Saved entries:
>>>

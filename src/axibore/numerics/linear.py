"""Sparse linear solves shared by the solvers, with every fall-back recorded and said.

``solve_linear(K, b, settings, preconditioner=P)``: SuperLU (direct) for small systems, else
restarted GMRES, right-preconditioned (K M y = b, x = M y, so that it watches the true residual)
by algebraic multigrid (pyamg) built on ``P`` (for the potential solver: the symmetric orthogonal
part of the operator). It runs one restart cycle at a time and is judged
on the true residual ||K x - b|| / ||b||: it stops at the tolerance, or where a cycle no longer
halves the residual (the round-off floor of a large system, which can sit just above a tight
tolerance), and the answer is accepted within 10 x the tolerance. (Left-preconditioned GMRES
stops on the preconditioned residual, which on a 653k-cell sharp-lip nozzle was 20 times smaller
than the true one, and then fell back to SuperLU: 52 s instead of 7 s.) A real stall is retried
with a W-cycle, and only then does SuperLU take over; the result says which method produced the
answer and why any fall-back happened.
"""

from __future__ import annotations

import time
from dataclasses import dataclass, field
from functools import cached_property
from typing import Callable

import numpy as np
import scipy.sparse as sp

# Below this many unknowns SuperLU is faster than GMRES + AMG (scripts/results/bench_potential.txt:
# 25k cells 0.16 s vs 0.25 s; 99k cells 1.15 s vs 0.51 s).
DIRECT_MAX_CELLS = 40_000
# a GMRES restart cycle that leaves more than this fraction of the residual has stalled
STAGNATION = 0.5


@dataclass(frozen=True)
class LinearSettings:
    """How linear systems are solved (case keys under [solver]; reported in summary.json)."""

    method: str = "auto"  # "auto" (direct up to direct_max_cells, else iterative), "direct", "iterative"
    tolerance: float = 1e-10  # relative residual ||K x - b|| / ||b||
    direct_max_cells: int = DIRECT_MAX_CELLS
    restart: int = 60  # GMRES restart length
    max_restarts: int = 20  # GMRES outer iterations (restart cycles)
    amg: str = "ruge-stuben"  # "ruge-stuben" | "smoothed-aggregation"
    amg_max_coarse: int = 500  # unknowns on the coarsest AMG level

    def as_dict(self) -> dict:
        return {"linear_method": self.method, "tolerance": self.tolerance, "direct_max_cells": self.direct_max_cells,
                "gmres_restart": self.restart, "gmres_max_restarts": self.max_restarts, "amg": self.amg,
                "amg_max_coarse": self.amg_max_coarse}


@dataclass(frozen=True, eq=False)
class LinearResult:
    x: np.ndarray
    method: str  # "superlu", "gmres+amg", "gmres+amg(W)"
    iterations: int
    residual: float  # ||K x - b|| / ||b||
    history: tuple[float, ...] = ()  # relative residual norms of the Krylov iterations
    fallback: str | None = None  # why the first method was not the one used
    seconds: float = 0.0
    converged: bool = True
    attempts: list[str] = field(default_factory=list)  # what was tried, in order, with its outcome


# cells of a nested-dissection leaf (ordered as they come)
DISSECTION_LEAF = 64


def nested_dissection(points: np.ndarray, pattern: sp.spmatrix) -> np.ndarray:
    """A fill-reducing order of the unknowns of a mesh problem: geometric nested dissection.

    ``points`` (n, 2) are the unknowns' positions (cell centres), ``pattern`` the matrix whose
    nonzeros couple them. Each set is cut at the median of its longer extent; the unknowns of the
    first half coupled to the second form the separator, numbered after both halves, which are
    ordered the same way down to DISSECTION_LEAF unknowns. For a 2D mesh this gives O(n log n)
    fill (George 1973, SIAM J. Numer. Anal. 10, "Nested dissection of a regular finite element
    mesh"); on the spear demo's 92k-cell free-jet matrix SuperLU's factorisation took 0.41 s in this
    order against 0.9-1.0 s in its own COLAMD order (11.7 M against 15.4 M nonzeros in L + U).
    """
    n = points.shape[0]
    A = (abs(pattern) + abs(pattern.T)).tocsr()
    A.data[:] = 1.0
    order: list[np.ndarray] = []
    in_b = np.zeros(n)
    stack = [(np.arange(n), False)]
    while stack:  # depth first, the separator after its two halves
        idx, is_separator = stack.pop()
        if is_separator or idx.size <= DISSECTION_LEAF:
            order.append(idx)
            continue
        pts = np.take(points, idx, axis=0)
        axis = int(np.argmax(pts.max(0) - pts.min(0)))
        first = pts[:, axis] <= np.median(pts[:, axis])
        a, b = idx[first], idx[~first]
        if a.size == 0 or b.size == 0:
            order.append(idx)
            continue
        in_b[b] = 1.0
        touches = (A[a] @ in_b) > 0.0
        in_b[b] = 0.0
        stack += [(a[touches], True), (b, False), (a[~touches], False)]
    return np.concatenate(order)


class OrderedFactor:
    """SuperLU of ``K`` permuted symmetrically into ``order`` (rows and columns alike), with that
    column order kept and pivots on the diagonal wherever the diagonal is nonzero
    (``diag_pivot_thresh = 0``; SuperLU pivots off it only at an exactly zero diagonal), so that the
    elimination does not depend on the values: matrices of one pattern (a mesh whose nodes move) are
    factorised the same way and their round-off is alike. Diagonal pivots suit the potential
    operator, whose diagonal dominates its rows (the two-point part is an M-matrix; the non-orthogonal
    correction is small); they are not a general-purpose choice. Falls back to SuperLU's own ordering
    and pivoting (``order`` the identity) where SuperLU finds the permuted matrix singular.

    ``x = factor(b)`` solves K x = b for (n,) or (n, k); ``solve_ordered(bp)`` solves for a
    right-hand side already in the factor's order (``bp = b[order]``) and returns x in it, so that
    a caller with many right-hand sides can permute its sparse operators once instead of permuting
    dense (n, k) arrays back and forth."""

    def __init__(self, K: sp.spmatrix, order: np.ndarray):
        import scipy.sparse.linalg as spla

        try:
            Kp = K.tocsr()[order][:, order].tocsc()
            self.lu = spla.splu(Kp, permc_spec="NATURAL", diag_pivot_thresh=0.0, options={"SymmetricMode": True})
            self.order = order
        except RuntimeError:  # singular in this order
            self.lu = spla.splu(K.tocsc())
            self.order = np.arange(K.shape[0])

    @cached_property
    def position(self) -> np.ndarray:
        """Where each unknown sits in the factor's order: ``bp[position[i]] = b[i]``."""
        out = np.empty_like(self.order)
        out[self.order] = np.arange(self.order.size)
        return out

    def solve_ordered(self, bp: np.ndarray) -> np.ndarray:
        return self.lu.solve(np.asfortranarray(bp))

    def __call__(self, b: np.ndarray, transposed: bool = False) -> np.ndarray:
        """x with K x = b, or K^T x = b when ``transposed`` (the factor of the permuted K, transposed)."""
        bp = np.take(b, self.order, axis=0)
        x = self.lu.solve(np.asfortranarray(bp), trans="T") if transposed else self.solve_ordered(bp)
        out = np.empty_like(x)
        out[self.order] = x
        return out

    def trailing_inverse(self, m: int, columns: np.ndarray | None = None) -> np.ndarray | None:
        """The inverse of K restricted to the last m unknowns of the order, (m, m) dense, or its given
        ``columns`` (positions within those m): with diagonal pivots K_p = L U, and (K_p^-1)_II =
        U_II^-1 L_II^-1 for the trailing block I (L^-1 and U^-1 are triangular, so no other block enters;
        derived). None where SuperLU pivoted off the diagonal."""
        import scipy.linalg as sla

        n = self.order.size
        if not (np.array_equal(self.lu.perm_r, np.arange(n)) and np.array_equal(self.lu.perm_c, np.arange(n))):
            return None
        L = self.lu.L[:, n - m:][n - m:, :].toarray()  # columns first: cheap on the compressed columns
        U = self.lu.U[:, n - m:][n - m:, :].toarray()
        E = np.eye(m) if columns is None else np.eye(m)[:, columns]
        return sla.solve_triangular(U, sla.solve_triangular(L, E, lower=True, unit_diagonal=True))


def _direct(K: sp.spmatrix, b: np.ndarray, cache: dict | None = None):
    import scipy.sparse.linalg as spla

    if cache is None:
        return spla.spsolve(K.tocsc(), b)
    if "lu" not in cache:
        cache["lu"] = spla.splu(K.tocsc())
    return cache["lu"].solve(b)


def _amg(P: sp.spmatrix, settings: LinearSettings):
    """The AMG hierarchy of ``P``. The coarsest level is solved by sparse LU: pyamg's default, a
    pseudo-inverse by dense SVD, was a quarter of the whole linear solve at 100k cells (0.47 s against
    0.35 s, median of 8, 2 cores). A singular coarsest matrix (no value face at all) keeps the pseudo-
    inverse."""
    import pyamg

    def build(coarse):
        if settings.amg == "smoothed-aggregation":
            return pyamg.smoothed_aggregation_solver(P.tocsr(), max_coarse=settings.amg_max_coarse, symmetry="nonsymmetric",
                                                     coarse_solver=coarse)
        return pyamg.ruge_stuben_solver(P.tocsr(), max_coarse=settings.amg_max_coarse, coarse_solver=coarse)

    ml = build("splu")
    A_c = ml.levels[-1].A
    b = np.ones(A_c.shape[0])
    try:
        x = ml.coarse_solver(A_c, b)  # factorises once, kept for the cycles
        exact = np.all(np.isfinite(x)) and np.linalg.norm(A_c @ x - b) <= 1e-8 * np.linalg.norm(b)
    except RuntimeError:  # an exactly zero pivot
        exact = False
    return ml if exact else build("pinv")


def solve_linear(K: sp.spmatrix, b: np.ndarray, settings: LinearSettings = LinearSettings(),
                 preconditioner: sp.spmatrix | None = None, say: Callable[[str], None] | None = None,
                 cache: dict | None = None) -> LinearResult:
    """Solve K x = b; ``say`` receives a line for every fall-back (the progress line of a run).

    ``cache``: a dict kept by the caller across solves with the same K; the LU factors or the AMG
    hierarchy are built once and reused (several right-hand sides)."""
    import scipy.sparse.linalg as spla

    t0 = time.perf_counter()
    bnorm = float(np.linalg.norm(b)) or 1.0

    def resid(x):
        return float(np.linalg.norm(K @ x - b)) / bnorm

    n = K.shape[0]
    method = settings.method
    if method == "auto":
        method = "direct" if n <= settings.direct_max_cells else "iterative"
    if method == "direct":
        x = _direct(K, b, cache)
        r = resid(x)
        return LinearResult(x, "superlu", 1, r, (r,), None, time.perf_counter() - t0, r < 10 * settings.tolerance or r < 1e-8,
                            [f"superlu: residual {r:.1e}"])

    if cache is not None and "ml" in cache:
        ml = cache["ml"]
    else:
        ml = _amg(K if preconditioner is None else preconditioner, settings)
        if cache is not None:
            cache["ml"] = ml
    history: list[float] = []
    attempts: list[str] = []
    x = np.zeros_like(b)
    for cycle in ("V", "W"):
        name = "gmres+amg" if cycle == "V" else "gmres+amg(W)"
        M = ml.aspreconditioner(cycle=cycle)
        # right preconditioning: solve K M y = b, x = M y; GMRES then watches the true residual
        KM = spla.LinearOperator(K.shape, matvec=lambda v, M=M: K @ M.matvec(v), dtype=K.dtype)
        y = np.zeros_like(b)
        r_prev, n_iter = 1.0, 0
        for _ in range(settings.max_restarts):  # one restart cycle at a time
            hist: list[float] = []
            y, _info = spla.gmres(KM, b, x0=y, rtol=settings.tolerance, atol=0.0, restart=settings.restart, maxiter=1,
                                  callback=lambda rk: hist.append(float(rk)), callback_type="pr_norm")
            history += hist
            n_iter += len(hist)
            x = M.matvec(y)
            r = resid(x)
            # stop at the tolerance, or where a cycle no longer halves the residual: the round-off
            # floor of a large system can sit just above a tight tolerance
            if r <= settings.tolerance or r > STAGNATION * r_prev:
                break
            r_prev = r
        attempts.append(f"{name}: {n_iter} iterations, residual {r:.1e}")
        if r <= 10 * settings.tolerance:
            fallback = None if cycle == "V" else f"GMRES with a V-cycle stalled ({attempts[0]}); a W-cycle converged"
            if fallback and say:
                say(fallback)
            return LinearResult(x, name, len(history), r, tuple(history), fallback, time.perf_counter() - t0, True, attempts)
    reason = f"GMRES + AMG did not reach the tolerance {settings.tolerance:g} ({'; '.join(attempts)}): SuperLU used"
    if say:
        say(reason)
    x = _direct(K, b)
    r = resid(x)
    attempts.append(f"superlu: residual {r:.1e}")
    return LinearResult(x, "superlu", len(history) + 1, r, tuple(history + [r]), reason, time.perf_counter() - t0,
                        r < 10 * settings.tolerance or r < 1e-8, attempts)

<<<

Take each line above that contains "unknowns" and copy it out.

# Below this many unknowns SuperLU is faster than GMRES + AMG (scripts/results/bench_potential.txt:
    amg_max_coarse: int = 500  # unknowns on the coarsest AMG level
    """A fill-reducing order of the unknowns of a mesh problem: geometric nested dissection.
    ``points`` (n, 2) are the unknowns' positions (cell centres), ``pattern`` the matrix whose
    nonzeros couple them. Each set is cut at the median of its longer extent; the unknowns of the
    ordered the same way down to DISSECTION_LEAF unknowns. For a 2D mesh this gives O(n log n)
        """The inverse of K restricted to the last m unknowns of the order, (m, m) dense, or its given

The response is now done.